> [Task directions]
Please take the lines from the one holding "width, y: height" through the one holding "other.minY < box.maxY)" in the data below and copy them exactly.

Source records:
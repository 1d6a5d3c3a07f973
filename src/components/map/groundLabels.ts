import { divIcon, layerGroup, marker, type LayerGroup, type Map as LeafletMap } from 'leaflet'
import type { MapGround } from '../../composables/map/mapGround.ts'
import type { MapBlock, Pixel } from '../../composables/map/mapTypes.ts'
import { findLineLabel } from '../../../shared/geo/findLineLabel.ts'
import type { PlaceGeometry, Position } from '../../../shared/geo/geometryTypes.ts'
import { polygonsOf, toLatLng } from './leafletGeometry.ts'
import { boxOf, type PixelBox } from './pixelRing.ts'
import { isInside } from './ringsAtBox.ts'

/** Names of sites beside their marks, of brooks and lanes along them, where there is room. */
export interface GroundLabels {
  show(ground: MapGround, blocks: readonly MapBlock[]): void
  /** Sets the names anew where the map looks now. */
  replace(): void
}

/** One name, and everything on the map that bears it. */
interface Named { name: string; kind: 'site' | 'water' | 'ground'; geometries: PlaceGeometry[]; widthM: number }
interface Shape { rings: readonly (readonly Position[])[]; box: PixelBox }

/** Width in pixels of a letter of a name, about. */
const LETTER = 6.6
const MARK_GAP = 11
const LINE = 15
/** A name may stand so much farther from its mark where another is in the way. */
const FARTHER = 9
/** The neatline lies over the map's edge. */
const FRAME_PX = 8
/** Where along a name it is asked what lies under it. */
const SHARES = [-0.5, -0.25, 0, 0.25, 0.5]
/** How wide a watercourse is taken to be where a name is to stand clear of it. */
const BROOK_M = 7
/** From the edge of a line to the middle of the name beside it. */
const BESIDE = 10

/** What names have to keep clear of, and the scale. */
export interface OverGround {
  metresPerPixel(): number
  /** Labels of blocks, in the pixels of the whole map at this zoom. */
  taken(): readonly PixelBox[]
  /** What lies over the map, in pixels of the part that is seen. */
  covered(): PixelBox | null
}

export function createGroundLabels(map: LeafletMap, over: OverGround): GroundLabels {
  const group = layerGroup().addTo(map)
  let names: Named[] = []
  let shapes: Shape[] = []
  function replace(): void {
    group.clearLayers()
    const { min } = map.getPixelBounds()
    if (min === undefined) return
    const covered = over.covered()
    const taken = [...over.taken().map((box) => ({ minX: box.minX - min.x, maxX: box.maxX - min.x, minY: box.minY - min.y, maxY: box.maxY - min.y })), ...(covered === null ? [] : [covered])]
    for (const named of names) addName({ map, group, shapes, taken, covered, mPerPx: over.metresPerPixel() }, named)
  }
  return {
    show(ground, blocks) {
      names = namesOf(ground)
      shapes = blocks.flatMap(({ geometry }) => polygonsOf(geometry).map((rings) => ({ rings, box: boxOf(rings[0] ?? []) })))
      replace()
    },
    replace,
  }
}

/** Pieces that bear one name, as a lane in parts does, are named once. */
function namesOf({ features, sites }: MapGround): Named[] {
  const found = new Map<string, Named>()
  const take = (named: Named): void => {
    const known = found.get(`${named.kind} ${named.name}`)
    if (known === undefined) found.set(`${named.kind} ${named.name}`, named)
    else known.geometries.push(...named.geometries)
  }
  for (const { name, kind, geometry, widthM } of features) {
    if (name !== null) take({ name, kind: kind === 'water' ? 'water' : 'ground', geometries: [geometry], widthM: widthM ?? 0 })
  }
  for (const { id, kind, name, geometry } of sites) {
    if (geometry.type === 'Point') found.set(id, { name, kind: 'site', geometries: [geometry], widthM: 0 })
    else take({ name, kind: kind === 'watercourse' || kind === 'pond' ? 'water' : 'ground', geometries: [geometry], widthM: kind === 'watercourse' ? BROOK_M : 0 })
  }
  return [...found.values()]
}

interface Place {
  map: LeafletMap
  group: LayerGroup
  shapes: readonly Shape[]
  mPerPx: number
  /** Ground in pixels that something to be read covers already; each name adds its own. */
  taken: PixelBox[]
  covered: PixelBox | null
}

function addName(place: Place, named: Named): void {
  const width = named.name.length * LETTER
  const toPixel = (position: Position): Pixel => {
    const { x, y } = place.map.latLngToContainerPoint(toLatLng(position))
    return [x, y]
  }
  const [first] = named.geometries
  if (first?.type === 'Point') {
    const mark = toPixel(first.coordinates)
    const at = isSeen(place, mark) ? besideMark(place, mark, width) : null
    if (at !== null) addLabel(place, named, { at, turn: 0 })
    return
  }
  const outlines = named.geometries.filter((geometry) => geometry.type === 'Polygon')
  for (const { coordinates } of outlines) {
    const { minX, minY, maxX, maxY } = boxOf((coordinates[0] ?? []).map(toPixel))
    const at: Pixel = [(minX + maxX) / 2, (minY + maxY) / 2]
    if (maxX - minX < width + 4 || maxY - minY < BESIDE || !isFree(place, boxAt(at, width))) continue
    addLabel(place, named, { at, turn: 0 })
    return
  }
  const lines = named.geometries.flatMap((geometry) => (geometry.type === 'LineString' ? [geometry.coordinates.map(toPixel)] : []))
  for (const frame of framesOf(place)) {
    const found = findLineLabel(lines, frame, width)
    const label = found === null ? null : besideLine(place, found, { width, widthPx: named.widthM / place.mPerPx })
    if (label === null) continue
    addLabel(place, named, label)
    return
  }
}

/** The whole map, then what is left of it over and beside what covers it. */
function framesOf({ map, covered }: Place): { x: number; y: number; width: number; height: number }[] {
  const { x: width, y: height } = map.getSize()
  const whole = { x: 0, y: 0, width, height }
  return covered === null ? [whole] : [whole, { ...whole, height: covered.minY }, { ...whole, width: covered.minX }]
}

const isSeen = ({ map }: Place, [x, y]: Pixel): boolean => x >= 0 && y >= 0 && x <= map.getSize().x && y <= map.getSize().y
const boxAt = ([x, y]: Pixel, width: number): PixelBox => ({ minX: x - width / 2, maxX: x + width / 2, minY: y - LINE / 2, maxY: y + LINE / 2 })
const isFree = ({ taken }: Place, box: PixelBox): boolean => !taken.some((other) => box.minX < other.maxX && other.minX < box.maxX && box.minY < other.maxY && other.minY < box.maxY)
/** Small boxes in a row under a turned name. */
function boxesAlong(along: readonly Pixel[], width: number): PixelBox[] {
  return along.map((point) => boxAt(point, Math.max(LINE, width / along.length / 2)))
}

/** At the right of a mark, or left, over or under it: where the fewest blocks are in the way; null where other words or the map's edge are in each. */
function besideMark(place: Place, [x, y]: Pixel, width: number): Pixel | null {
  const aside = MARK_GAP + width / 2
  const size = place.map.getSize()
  const within = Math.max(FRAME_PX + width / 2, Math.min(size.x - FRAME_PX - width / 2, x))
  const over = MARK_GAP + LINE / 2
  const spots: Pixel[] = [[x + aside, y], [x - aside, y], ...[over, over + FARTHER].flatMap((by): Pixel[] => [[within, y - by], [within, y + by]])]
  const inTheWay = ([midX, midY]: Pixel): number => SHARES.filter((share) => isOnBlock(place, [midX + width * share, midY])).length
  const isIn = ([midX, midY]: Pixel): boolean => midX - width / 2 >= FRAME_PX && midX + width / 2 <= size.x - FRAME_PX && midY >= FRAME_PX && midY <= size.y - FRAME_PX
  const free = spots.filter((spot) => isIn(spot) && isFree(place, boxAt(spot, width)))
  return free.reduce<Pixel | null>((best, spot) => (best === null || inTheWay(spot) < inTheWay(best) ? spot : best), null)
}

/** On the side of the line that has fewer blocks under the name; on the line itself where it is wide enough; null where other words are in the way. */
function besideLine(place: Place, { x, y, turn }: { x: number; y: number; turn: number }, { width, widthPx }: { width: number; widthPx: number }): Label | null {
  const angle = (turn * Math.PI) / 180
  const pointsAt = ([midX, midY]: Pixel): Pixel[] => SHARES.map((share): Pixel => [midX + Math.cos(angle) * width * share, midY + Math.sin(angle) * width * share])
  const free = (at: Pixel): Label | null => {
    const boxes = boxesAlong(pointsAt(at), width)
    return boxes.every((box) => isFree(place, box)) ? { at, turn, boxes } : null
  }
  if (widthPx > 15) return free([x, y])
  const reach = widthPx / 2 + BESIDE
  const sides = [-1, 1].map((side): { at: Pixel; covered: number } => {
    const at: Pixel = [x - Math.sin(angle) * reach * side, y + Math.cos(angle) * reach * side]
    // By the letters' far edge: their middle may pass a block that they lie on.
    const far: Pixel = [x - Math.sin(angle) * (reach + LINE / 2) * side, y + Math.cos(angle) * (reach + LINE / 2) * side]
    return { at, covered: pointsAt(far).filter((point) => isOnBlock(place, point)).length }
  })
  const beside = sides.filter(({ covered }) => covered <= 2).sort((a, b) => a.covered - b.covered).map(({ at }) => free(at)).find((label) => label !== null)
  return beside ?? free([x, y])
}

function isOnBlock({ map, shapes }: Place, [x, y]: Pixel): boolean {
  const { lng, lat } = map.containerPointToLatLng([x, y])
  return shapes.some(({ rings, box }) => lng >= box.minX && lng <= box.maxX && lat >= box.minY && lat <= box.maxY && isInside(rings, [lng, lat]))
}

interface Label { at: Pixel; turn: number; boxes?: PixelBox[] }

function addLabel({ map, group, taken }: Place, { name, kind }: Named, { at, turn, boxes }: Label): void {
  taken.push(...(boxes ?? [boxAt(at, name.length * LETTER)]))
  const html = document.createElement('span')
  html.textContent = name
  if (turn !== 0) html.style.transform = `translate(-50%, -50%) rotate(${turn.toFixed(1)}deg)`
  group.addLayer(marker(map.containerPointToLatLng([at[0], at[1]]), {
    icon: divIcon({ className: `ground-name is-${kind}`, html, iconSize: [0, 0] }), interactive: false, keyboard: false, zIndexOffset: -500,
  }))
}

> [Answer to this problem]
  const { x: width, y: height } = map.getSize()
  const whole = { x: 0, y: 0, width, height }
  return covered === null ? [whole] : [whole, { ...whole, height: covered.minY }, { ...whole, width: covered.minX }]
}

const isSeen = ({ map }: Place, [x, y]: Pixel): boolean => x >= 0 && y >= 0 && x <= map.getSize().x && y <= map.getSize().y
const boxAt = ([x, y]: Pixel, width: number): PixelBox => ({ minX: x - width / 2, maxX: x + width / 2, minY: y - LINE / 2, maxY: y + LINE / 2 })
const isFree = ({ taken }: Place, box: PixelBox): boolean => !taken.some((other) => box.minX < other.maxX && other.minX < box.maxX && box.minY < other.maxY && other.minY < box.maxY)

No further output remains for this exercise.